# Mila Kunis rettete einem Mann das Leben



## beachkini (9 Mai 2012)

​
Unsere Stars zeigen derzeit Körpereinsatz, erst wurde bekannt, dass der “Grey’s Anatomy”-Star Patrick Dempsey einen jungen Mann aus einem umgestürzten wagen gerettet hat und heute erfahren wir, dass auch die “Friends With Benefits”-Darstellerin Mila Kunis ein Leben gerettet haben könnte. Die hübsche Aktrice war dem amerikanischen Promiportal “TMZ” zufolge Gott sei Dank zur richtigen Zeit am richtigen Ort und sah, wie einer ihrer Angestellten einen gefährlichen Anfall erlitt. Die Schauspielerin soll auch nicht lange gezögert haben sofort zur Hilfe geeilt sein.

Der 50-Jährige sei würgend und Blut hustend am Boden gelegen, als Mila angerannt kam. Ein Augenzeuge erklärte dem Portal, dass der Angestellte auch brechen musste und Mila ihm den Kopf zur Seite hielt, damit er nicht erstickte. Die Schauspielerin soll gleichzeitig eine Freundin geschickt haben, Hilfe zu holen.

Die Sanitäter sind Quellen der Polizei zufolge auch kurz darauf eingetroffen und haben den Mann sofort in ein Krankenhaus gebracht. Mila habe den Angestellten freiwillig im Krankenwagen begleitet, berichtet “TMZ”, obwohl es nicht nötig gewesen sein soll. Die schnelle Reaktion der 28-Jährigen könnte nun der Grund dafür sein, dass sich der Angestellten wieder gut erholt hat.
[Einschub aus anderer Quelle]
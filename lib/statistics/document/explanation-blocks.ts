import type { AnalysedMaterial } from '@/lib/statistics/analyse-material'
import type { MaterialAnalysis, Noticed, Proposal } from '@/lib/statistics/analysis-document'
import type { AnalysisResult, AnalysisSettings } from '@/lib/statistics/analysis-input'
import type { ReplicatedCell } from '@/lib/statistics/cells'
import { parseDecimal } from '@/lib/statistics/decimal'
import { required, withReasons } from '@/lib/statistics/document/attempt'
import { flaggedCells } from '@/lib/statistics/document/flagged-cells'
import { type MaterialCells, type MaterialData, resultsOfCell } from '@/lib/statistics/document/material-data'
import { type Explanation, explanationsOf, type LaboratoryCell } from '@/lib/statistics/explanations'
import { mandelH, mandelK } from '@/lib/statistics/mandel'
import { NotComputable } from '@/lib/statistics/not-computable'
import { ownSetting } from '@/lib/statistics/own-setting'
import { chanceOfIdentical, commonStep, trendPValue } from '@/lib/statistics/noticed'
import { type Others, summariseOthers } from '@/lib/statistics/surprise'

/**
 * Adds to each material what might have gone wrong in its flagged cells, and what is noticed beside: one list for all
 * measurands, materials in their order within each.
 *
 * Each measurand is judged apart; only where a laboratory may have exchanged two of them is its cell of the same
 * material looked at in another, those that are not reported (`unreportedOf` a material) included.
 *
 * Both are `null` with a reason below 4 laboratories; a figure that belongs to another kind of observation is `null`
 * (`other-kind`), k of a cell left with one result too (`no-replicates`).
 *
 * Source: our own; `explanations.ts`, `noticed.ts`.
 */
export function explained({
  measurands,
  unreportedOf,
  settings,
}: {
  measurands: readonly (readonly AnalysedMaterial[])[]
  unreportedOf: (material: string) => readonly AnalysedMaterial[]
  settings: AnalysisSettings
}): MaterialAnalysis[] {
  const judged = measurands.map((materials) => materials.map(judgedMaterial))
  const inOthers = otherMeasurandsOf(judged.flat(), unreportedOf)
  return judged.flatMap((materials) => {
    const counted = materials.reduce((sum, { data }) => sum + cellsOfTwoOrMore(data.cells), 0)
    const steps = commonSteps(materials)
    // A trend is one of all materials and is told once.
    const firstJudged = materials.find(({ cells }) => cells.size > 0)
    return materials.map((one) => {
      if (one.summaries.length === 0) return withoutProposals(one, 'There is no result.')
      if (one.cells.size === 0) return withoutProposals(one, '4 laboratories are needed.')
      const identical = identicalCells(one, counted)
      const flagged = [...new Set([...flaggedCells(one.analysis), ...identical.keys()])]
      return {
        ...one.analysis,
        proposals: flagged.flatMap((laboratory) =>
          explanationsOf({
            flagged: one.data.material,
            cells: cellsOfLaboratory(laboratory, materials),
            inOtherMeasurands: cellsOfLaboratory(laboratory, inOthers(one)),
            units: settings.units ?? [],
          }).map((found) => proposalBlock(one, laboratory, found)),
        ),
        noticed: [
          ...[...identical].map(([laboratory, probability]) =>
            noticedBlock({ laboratory, kind: 'identical', probability }),
          ),
          ...coarseSteps(one, steps, settings),
          ...(one === firstJudged ? trends(materials) : []),
        ],
      }
    })
  })
}

/** A cell with what the other laboratories say of its material. */
type JudgedCell = {
  others: Others
  /** Its place among the material's cells, summaries and blocks. */
  index: number
}

/** By laboratory, in the order of the cells; none where there are fewer than 4, too few to judge by. */
type JudgedMaterial = AnalysedMaterial & { cells: ReadonlyMap<string, JudgedCell> }

function judgedMaterial(one: AnalysedMaterial): JudgedMaterial {
  const cells = new Map<string, JudgedCell>()
  if (one.summaries.length < 4) return { ...one, cells }
  const others = summariseOthers(one.summaries)
  one.data.cells.laboratories.forEach((laboratory, index) =>
    cells.set(laboratory, { others: others[index]!, index }),
  )
  return { ...one, cells }
}

/** The same material in the other measurands; what is not reported is judged at the first need. */
function otherMeasurandsOf(
  reported: readonly JudgedMaterial[],
  unreportedOf: (material: string) => readonly AnalysedMaterial[],
): (one: JudgedMaterial) => readonly JudgedMaterial[] {
  const known = new Map<string, readonly JudgedMaterial[]>()
  return ({ data: { material, measurand } }) => {
    if (measurand === null) return []
    const all = known.get(material) ?? [
      ...reported.filter(({ data }) => data.material === material),
      ...unreportedOf(material).map(judgedMaterial),
    ]
    known.set(material, all)
    return all.filter(({ data }) => data.measurand !== null && data.measurand !== measurand)
  }
}

function withoutProposals({ analysis }: AnalysedMaterial, words: string): MaterialAnalysis {
  const reason = analysis.reasons?.['mean'] ?? words
  return {
    ...analysis,
    proposals: null,
    noticed: null,
    reasons: { ...analysis.reasons, proposals: reason, noticed: reason },
  }
}

/** Its cells that have enough others beside them to be judged, in the order of the materials. */
function cellsOfLaboratory(laboratory: string, materials: readonly JudgedMaterial[]): LaboratoryCell[] {
  return materials.flatMap(({ data, cells }) => {
    const judged = cells.get(laboratory)
    return judged === undefined ? [] : [laboratoryCell(data, judged)]
  })
}

function laboratoryCell(data: MaterialData, { others, index }: JudgedCell): LaboratoryCell {
  const { starts, deviations } = data.cells
  const results = resultsOfCell(data.cells, index)
  return {
    material: data.material,
    measurand: data.measurand,
    values: [...deviations.subarray(starts[index], starts[index + 1])],
    offset: data.restore(0),
    deviationOf: data.deviationOf,
    texts: results.map(({ text }) => text),
    groups: results.map(({ groups }) => JSON.stringify(groups)),
    others,
  }
}

function cellsOfTwoOrMore({ laboratories, starts }: MaterialCells): number {
  return laboratories.filter((_, cell) => starts[cell + 1]! - starts[cell]! >= 2).length
}

/** Cells whose results agree in every digit although the others' scatter makes that unlikely. */
function identicalCells({ data, cells }: JudgedMaterial, counted: number): Map<string, number> {
  const found = new Map<string, number>()
  for (const [laboratory, { others, index }] of cells) {
    if (!areIdentical(data.cells, index)) continue
    const results = resultsOfCell(data.cells, index)
    const probability = chanceOfIdentical({
      results: results.length,
      step: lastStep(results),
      sd: Math.sqrt(others.repeatabilityVariance),
      cells: counted,
    })
    if (probability < 0.05) found.set(laboratory, probability)
  }
  return found
}

function areIdentical({ units, starts }: MaterialCells, cell: number): boolean {
  const start = starts[cell]!
  const end = starts[cell + 1]!
  if (end - start < 2) return false
  for (let at = start + 1; at < end; at += 1) if (units[at] !== units[start]) return false
  return true
}

function lastStep(results: readonly AnalysisResult[]): number {
  const scale = results.reduce((finest, { text }) => Math.max(finest, parseDecimal(text).scale), -Infinity)
  return Number(`1e${-scale}`)
}

/** A laboratory needs this many results before a common step is no accident. */
const FEWEST_FOR_STEP = 4

/** The step of which all results of a laboratory, over all materials, are multiples. */
function commonSteps(materials: readonly AnalysedMaterial[]): Map<string, number> {
  const finest = Math.max(...materials.map(({ data }) => data.scale))
  const found = new Map<string, { results: number; step: bigint }>()
  for (const { data } of materials) {
    const factor = 10n ** BigInt(finest - data.scale)
    const { laboratories, starts, units } = data.cells
    laboratories.forEach((laboratory, cell) => {
      const own = found.get(laboratory) ?? { results: 0, step: 0n }
      found.set(laboratory, own)
      own.results += starts[cell + 1]! - starts[cell]!
      // Most have come down to 1 after a few results, and there is nothing further to find.
      for (let at = starts[cell]!; at < starts[cell + 1]! && own.step !== 1n; at += 1)
        own.step = commonStep([own.step, BigInt(units[at]!) * factor])
    })
  }
  const steps = [...found].filter(([, { results }]) => results >= FEWEST_FOR_STEP)
  return new Map(steps.map(([laboratory, { step }]) => [laboratory, Number(`${step}e${-finest}`)]))
}

function coarseSteps(
  { data, cells }: JudgedMaterial,
  steps: ReadonlyMap<string, number>,
  { decimals }: AnalysisSettings,
): Noticed[] {
  const asked = Number(`1e${-(ownSetting(decimals, data.material) ?? data.scale)}`)
  return [...cells].flatMap(([laboratory, { others }]): Noticed[] => {
    const step = steps.get(laboratory) ?? 0
    const sd = Math.sqrt(others.repeatabilityVariance)
    if (!(step > asked * 1.5) || !(sd > 0) || !(step > sd / 2)) return []
    return [noticedBlock({ laboratory, kind: 'coarse', step, share: step ** 2 / (12 * sd ** 2) })]
  })
}

function trends(materials: readonly JudgedMaterial[]): Noticed[] {
  const laboratories = new Set(materials.flatMap(({ cells }) => [...cells.keys()]))
  return [...laboratories].flatMap((laboratory) => {
    const runs = materials.flatMap(({ data, cells }) => {
      const judged = cells.get(laboratory)
      const sd = Math.sqrt(judged?.others.repeatabilityVariance ?? 0)
      return judged === undefined || sd === 0 ? [] : [runsOf(data.cells, judged.index, sd)]
    })
    const probability = trendPValue(runs.filter(({ length }) => length > 0))
    return probability !== null && probability < 0.01
      ? [noticedBlock({ laboratory, kind: 'trend', probability })]
      : []
  })
}

/** The results of a cell whose place in the order of runs is known, in units of `sd`. */
function runsOf(cells: MaterialCells, index: number, sd: number): { order: number; value: number }[] {
  const start = cells.starts[index]!
  return resultsOfCell(cells, index).flatMap(({ order }, place) =>
    order == null ? [] : [{ order, value: cells.deviations[start + place]! / sd }],
  )
}

function noticedBlock(one: {
  laboratory: string
  kind: Noticed['kind']
  probability?: number
  step?: number
  share?: number
}): Noticed {
  return withReasons((attempt) => ({
    laboratory: one.laboratory,
    kind: one.kind,
    probability: attempt('probability', () => given(one.probability)),
    step: attempt('step', () => given(one.step)),
    share: attempt('share', () => given(one.share)),
  }))
}

function given(value: number | undefined): number {
  if (value === undefined) throw new NotComputable('other-kind', 'No figure of this kind of observation.')
  return value
}

function proposalBlock(one: JudgedMaterial, laboratory: string, found: Explanation): Proposal {
  const { index } = one.cells.get(laboratory)!
  const own = one.analysis.cells[index]!
  const after = one.summaries.with(index, { ...one.summaries[index]!, ...found.changed })
  return {
    laboratory,
    kind: found.kind,
    detail: found.detail,
    cells: [...found.materials],
    before: withReasons((attempt) => ({
      h: attempt('h', () => required(own.h, own.reasons?.['h'] ?? 'h could not be computed.')),
      k: attempt('k', () => required(own.k, own.reasons?.['k'] ?? 'k could not be computed.')),
      surprise: found.surpriseBefore,
    })),
    after: withReasons((attempt) => ({
      h: attempt('h', () => mandelH(after)[index]!),
      k: attempt('k', () => {
        const { cells, k } = mandelK(after)
        const place = cells.indexOf(after[index] as ReplicatedCell)
        if (place === -1) throw new NotComputable('no-replicates', 'The laboratory has no second result.')
        return k[place]!
      }),
      surprise: found.surpriseAfter,
    })),
    price: found.price,
    score: found.score,
  }
}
Man kann froh sein, dass der 50-Jährige so glimpflich davon kam und dass Mila ohne zu zögern richtig handelte.


----------



## Q (9 Mai 2012)

> ein Leben gerettet haben könnte.


 dann hätte sie dafür einen Orden verdient haben können


----------



## BlueLynne (9 Mai 2012)

eine couragierte Frau :thx:


----------